» **Instructions for the task**
Count every line below containing "total"; state the number only.

» **Raw data**
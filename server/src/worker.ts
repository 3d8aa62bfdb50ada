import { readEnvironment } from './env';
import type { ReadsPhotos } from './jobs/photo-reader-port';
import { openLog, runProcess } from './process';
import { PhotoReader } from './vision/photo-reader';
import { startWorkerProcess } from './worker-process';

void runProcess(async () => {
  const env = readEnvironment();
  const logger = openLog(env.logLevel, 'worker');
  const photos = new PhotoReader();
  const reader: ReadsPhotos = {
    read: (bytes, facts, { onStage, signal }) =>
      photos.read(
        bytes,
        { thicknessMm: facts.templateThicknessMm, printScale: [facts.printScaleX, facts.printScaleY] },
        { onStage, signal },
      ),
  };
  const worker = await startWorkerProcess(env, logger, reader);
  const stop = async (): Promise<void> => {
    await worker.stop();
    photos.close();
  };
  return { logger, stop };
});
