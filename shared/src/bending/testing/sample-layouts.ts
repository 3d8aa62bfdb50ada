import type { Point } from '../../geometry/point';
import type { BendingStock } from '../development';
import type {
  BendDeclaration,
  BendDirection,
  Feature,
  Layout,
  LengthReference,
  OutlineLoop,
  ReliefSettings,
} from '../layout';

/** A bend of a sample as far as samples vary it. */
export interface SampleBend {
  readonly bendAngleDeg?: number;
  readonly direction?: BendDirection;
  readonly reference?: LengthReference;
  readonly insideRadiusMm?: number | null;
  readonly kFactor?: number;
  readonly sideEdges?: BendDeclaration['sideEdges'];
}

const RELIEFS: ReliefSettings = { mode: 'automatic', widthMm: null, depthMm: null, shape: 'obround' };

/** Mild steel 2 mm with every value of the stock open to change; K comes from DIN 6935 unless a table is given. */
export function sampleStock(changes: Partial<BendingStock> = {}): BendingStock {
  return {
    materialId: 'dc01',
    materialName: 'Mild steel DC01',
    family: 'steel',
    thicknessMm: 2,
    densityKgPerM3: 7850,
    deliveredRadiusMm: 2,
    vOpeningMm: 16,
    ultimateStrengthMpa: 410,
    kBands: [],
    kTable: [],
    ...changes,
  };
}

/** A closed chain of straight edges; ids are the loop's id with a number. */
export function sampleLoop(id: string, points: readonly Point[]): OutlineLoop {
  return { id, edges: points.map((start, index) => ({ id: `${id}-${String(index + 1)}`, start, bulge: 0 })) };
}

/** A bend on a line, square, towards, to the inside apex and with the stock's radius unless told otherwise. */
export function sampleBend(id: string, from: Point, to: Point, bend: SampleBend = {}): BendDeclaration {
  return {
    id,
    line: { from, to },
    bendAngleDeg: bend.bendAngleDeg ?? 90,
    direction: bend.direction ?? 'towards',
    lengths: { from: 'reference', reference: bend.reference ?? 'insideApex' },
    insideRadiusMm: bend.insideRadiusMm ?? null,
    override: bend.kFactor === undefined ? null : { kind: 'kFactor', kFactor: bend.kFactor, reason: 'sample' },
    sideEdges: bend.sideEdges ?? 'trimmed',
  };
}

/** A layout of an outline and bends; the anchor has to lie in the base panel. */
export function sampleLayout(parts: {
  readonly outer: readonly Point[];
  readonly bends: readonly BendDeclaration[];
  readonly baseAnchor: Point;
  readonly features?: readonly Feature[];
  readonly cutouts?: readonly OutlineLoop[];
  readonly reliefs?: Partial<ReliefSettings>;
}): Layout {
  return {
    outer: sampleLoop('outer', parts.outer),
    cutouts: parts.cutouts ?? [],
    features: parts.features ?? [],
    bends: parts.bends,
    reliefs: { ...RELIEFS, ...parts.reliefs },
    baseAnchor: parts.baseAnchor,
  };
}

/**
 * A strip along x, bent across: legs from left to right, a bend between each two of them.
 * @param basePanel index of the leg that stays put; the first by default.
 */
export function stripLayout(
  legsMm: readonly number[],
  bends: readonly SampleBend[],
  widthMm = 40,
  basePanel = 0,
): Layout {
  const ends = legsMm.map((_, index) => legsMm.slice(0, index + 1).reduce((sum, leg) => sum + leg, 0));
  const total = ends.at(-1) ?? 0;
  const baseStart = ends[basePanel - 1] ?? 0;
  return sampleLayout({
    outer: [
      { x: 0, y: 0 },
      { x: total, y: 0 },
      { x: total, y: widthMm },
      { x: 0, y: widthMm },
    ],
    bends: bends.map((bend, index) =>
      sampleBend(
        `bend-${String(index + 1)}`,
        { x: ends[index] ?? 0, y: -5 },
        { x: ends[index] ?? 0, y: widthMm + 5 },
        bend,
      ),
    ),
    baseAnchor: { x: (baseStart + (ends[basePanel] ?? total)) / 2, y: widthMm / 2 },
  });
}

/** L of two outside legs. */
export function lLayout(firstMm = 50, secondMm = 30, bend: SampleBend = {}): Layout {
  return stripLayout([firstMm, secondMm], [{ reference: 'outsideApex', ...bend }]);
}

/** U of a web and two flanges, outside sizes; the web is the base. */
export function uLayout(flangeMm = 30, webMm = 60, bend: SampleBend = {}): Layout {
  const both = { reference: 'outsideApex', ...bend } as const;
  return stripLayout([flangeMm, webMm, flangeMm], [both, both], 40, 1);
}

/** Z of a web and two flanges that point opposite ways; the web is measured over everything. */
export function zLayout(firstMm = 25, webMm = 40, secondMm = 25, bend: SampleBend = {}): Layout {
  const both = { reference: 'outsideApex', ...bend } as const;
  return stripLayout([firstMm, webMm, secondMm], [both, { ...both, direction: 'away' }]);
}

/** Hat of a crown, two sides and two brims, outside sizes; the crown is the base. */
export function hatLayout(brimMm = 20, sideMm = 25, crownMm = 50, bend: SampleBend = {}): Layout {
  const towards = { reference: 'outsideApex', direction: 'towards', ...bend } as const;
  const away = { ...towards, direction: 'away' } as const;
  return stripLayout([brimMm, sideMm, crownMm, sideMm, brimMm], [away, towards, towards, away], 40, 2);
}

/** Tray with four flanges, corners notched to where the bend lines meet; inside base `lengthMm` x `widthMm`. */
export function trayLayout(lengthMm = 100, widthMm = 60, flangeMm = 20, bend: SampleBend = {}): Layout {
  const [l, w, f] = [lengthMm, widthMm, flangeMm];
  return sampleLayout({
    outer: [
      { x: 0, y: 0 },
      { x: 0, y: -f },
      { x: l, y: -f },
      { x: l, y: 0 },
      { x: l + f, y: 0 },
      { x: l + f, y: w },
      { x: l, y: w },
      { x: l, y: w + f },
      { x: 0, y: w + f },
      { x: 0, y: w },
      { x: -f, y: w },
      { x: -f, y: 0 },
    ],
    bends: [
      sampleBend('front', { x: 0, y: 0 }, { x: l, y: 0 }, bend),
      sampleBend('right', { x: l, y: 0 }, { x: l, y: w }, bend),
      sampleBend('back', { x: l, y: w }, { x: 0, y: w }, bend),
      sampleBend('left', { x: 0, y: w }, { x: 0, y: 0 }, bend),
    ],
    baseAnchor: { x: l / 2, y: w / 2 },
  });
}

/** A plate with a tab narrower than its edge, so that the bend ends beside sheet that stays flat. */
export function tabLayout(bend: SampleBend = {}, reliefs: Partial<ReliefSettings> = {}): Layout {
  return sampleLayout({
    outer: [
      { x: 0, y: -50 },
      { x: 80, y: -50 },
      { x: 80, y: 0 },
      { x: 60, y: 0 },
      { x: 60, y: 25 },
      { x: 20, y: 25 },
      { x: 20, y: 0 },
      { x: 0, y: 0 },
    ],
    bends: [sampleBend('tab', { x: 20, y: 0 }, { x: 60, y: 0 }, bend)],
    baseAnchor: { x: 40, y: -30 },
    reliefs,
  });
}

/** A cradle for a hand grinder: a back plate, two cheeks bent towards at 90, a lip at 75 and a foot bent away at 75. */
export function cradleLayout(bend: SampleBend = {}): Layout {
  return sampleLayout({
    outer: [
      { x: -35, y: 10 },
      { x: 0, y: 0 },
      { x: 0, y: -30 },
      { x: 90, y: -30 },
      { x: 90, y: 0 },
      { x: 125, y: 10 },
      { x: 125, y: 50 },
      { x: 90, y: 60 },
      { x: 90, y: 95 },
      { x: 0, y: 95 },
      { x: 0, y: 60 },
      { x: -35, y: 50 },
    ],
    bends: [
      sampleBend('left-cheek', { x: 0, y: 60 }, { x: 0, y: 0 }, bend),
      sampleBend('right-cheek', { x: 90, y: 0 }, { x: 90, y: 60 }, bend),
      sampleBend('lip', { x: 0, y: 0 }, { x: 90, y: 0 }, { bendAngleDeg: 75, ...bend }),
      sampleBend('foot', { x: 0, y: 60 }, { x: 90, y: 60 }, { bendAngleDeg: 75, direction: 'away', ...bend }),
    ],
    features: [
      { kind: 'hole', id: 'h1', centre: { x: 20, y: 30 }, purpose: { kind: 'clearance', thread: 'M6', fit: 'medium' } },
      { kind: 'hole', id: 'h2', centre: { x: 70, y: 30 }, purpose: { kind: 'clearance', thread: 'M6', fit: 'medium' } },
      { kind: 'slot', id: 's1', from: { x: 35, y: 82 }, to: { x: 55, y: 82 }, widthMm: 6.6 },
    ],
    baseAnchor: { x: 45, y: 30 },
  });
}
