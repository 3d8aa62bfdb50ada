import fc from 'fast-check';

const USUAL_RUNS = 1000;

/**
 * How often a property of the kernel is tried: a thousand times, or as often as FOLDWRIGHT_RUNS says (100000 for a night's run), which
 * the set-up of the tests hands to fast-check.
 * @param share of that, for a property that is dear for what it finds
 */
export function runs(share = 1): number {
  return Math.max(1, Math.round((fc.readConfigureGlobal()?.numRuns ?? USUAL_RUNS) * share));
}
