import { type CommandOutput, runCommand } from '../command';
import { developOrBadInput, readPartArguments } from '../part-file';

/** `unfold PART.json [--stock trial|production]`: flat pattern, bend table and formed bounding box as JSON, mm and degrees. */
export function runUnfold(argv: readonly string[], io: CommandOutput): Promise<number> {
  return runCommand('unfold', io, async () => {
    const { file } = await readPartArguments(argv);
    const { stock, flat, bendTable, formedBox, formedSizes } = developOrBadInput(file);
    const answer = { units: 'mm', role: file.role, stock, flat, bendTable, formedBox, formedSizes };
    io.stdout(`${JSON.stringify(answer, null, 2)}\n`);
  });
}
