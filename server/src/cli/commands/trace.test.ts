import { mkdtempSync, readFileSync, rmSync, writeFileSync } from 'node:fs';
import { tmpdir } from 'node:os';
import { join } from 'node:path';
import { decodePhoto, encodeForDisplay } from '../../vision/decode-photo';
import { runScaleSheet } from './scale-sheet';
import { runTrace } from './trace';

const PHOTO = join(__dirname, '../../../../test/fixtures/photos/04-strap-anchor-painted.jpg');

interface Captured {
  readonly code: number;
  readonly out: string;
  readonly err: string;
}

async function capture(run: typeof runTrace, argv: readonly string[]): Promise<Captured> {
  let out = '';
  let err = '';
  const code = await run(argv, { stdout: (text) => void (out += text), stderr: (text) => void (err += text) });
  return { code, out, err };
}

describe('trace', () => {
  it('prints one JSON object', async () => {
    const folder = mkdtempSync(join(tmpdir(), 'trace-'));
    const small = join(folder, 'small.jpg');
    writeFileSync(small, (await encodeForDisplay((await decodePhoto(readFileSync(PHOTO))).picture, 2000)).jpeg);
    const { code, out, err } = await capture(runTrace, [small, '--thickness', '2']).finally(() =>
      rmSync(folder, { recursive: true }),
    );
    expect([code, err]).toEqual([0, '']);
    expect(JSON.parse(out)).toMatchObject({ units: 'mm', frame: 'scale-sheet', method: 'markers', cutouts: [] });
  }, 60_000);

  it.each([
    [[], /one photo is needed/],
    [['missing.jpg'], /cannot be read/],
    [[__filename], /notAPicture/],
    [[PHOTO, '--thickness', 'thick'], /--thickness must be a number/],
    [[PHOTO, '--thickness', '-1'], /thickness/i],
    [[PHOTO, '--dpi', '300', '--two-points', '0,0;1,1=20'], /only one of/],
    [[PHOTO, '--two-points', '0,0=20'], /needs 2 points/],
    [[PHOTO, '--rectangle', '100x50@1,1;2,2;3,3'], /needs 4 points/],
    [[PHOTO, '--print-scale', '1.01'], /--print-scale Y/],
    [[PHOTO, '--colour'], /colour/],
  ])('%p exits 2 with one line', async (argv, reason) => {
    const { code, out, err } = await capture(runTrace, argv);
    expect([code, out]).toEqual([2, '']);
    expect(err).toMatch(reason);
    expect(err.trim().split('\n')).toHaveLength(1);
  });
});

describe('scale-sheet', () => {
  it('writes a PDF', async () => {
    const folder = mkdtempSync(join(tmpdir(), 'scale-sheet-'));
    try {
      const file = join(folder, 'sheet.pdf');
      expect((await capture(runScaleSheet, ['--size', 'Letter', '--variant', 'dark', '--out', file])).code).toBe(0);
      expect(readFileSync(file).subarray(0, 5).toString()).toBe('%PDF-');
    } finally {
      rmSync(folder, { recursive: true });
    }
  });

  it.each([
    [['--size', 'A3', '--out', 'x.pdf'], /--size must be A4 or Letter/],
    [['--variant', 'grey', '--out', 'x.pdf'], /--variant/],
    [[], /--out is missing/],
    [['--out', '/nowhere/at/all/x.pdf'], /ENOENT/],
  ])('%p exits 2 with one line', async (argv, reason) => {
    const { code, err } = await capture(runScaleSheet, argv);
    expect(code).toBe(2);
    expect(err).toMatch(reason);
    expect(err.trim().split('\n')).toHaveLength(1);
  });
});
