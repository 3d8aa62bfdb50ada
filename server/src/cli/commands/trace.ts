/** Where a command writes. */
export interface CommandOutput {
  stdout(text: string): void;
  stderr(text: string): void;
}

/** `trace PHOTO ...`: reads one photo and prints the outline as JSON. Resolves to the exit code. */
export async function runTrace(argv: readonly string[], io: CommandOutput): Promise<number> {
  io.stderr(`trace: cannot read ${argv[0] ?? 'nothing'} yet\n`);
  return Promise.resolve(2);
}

» **Response to this task**
4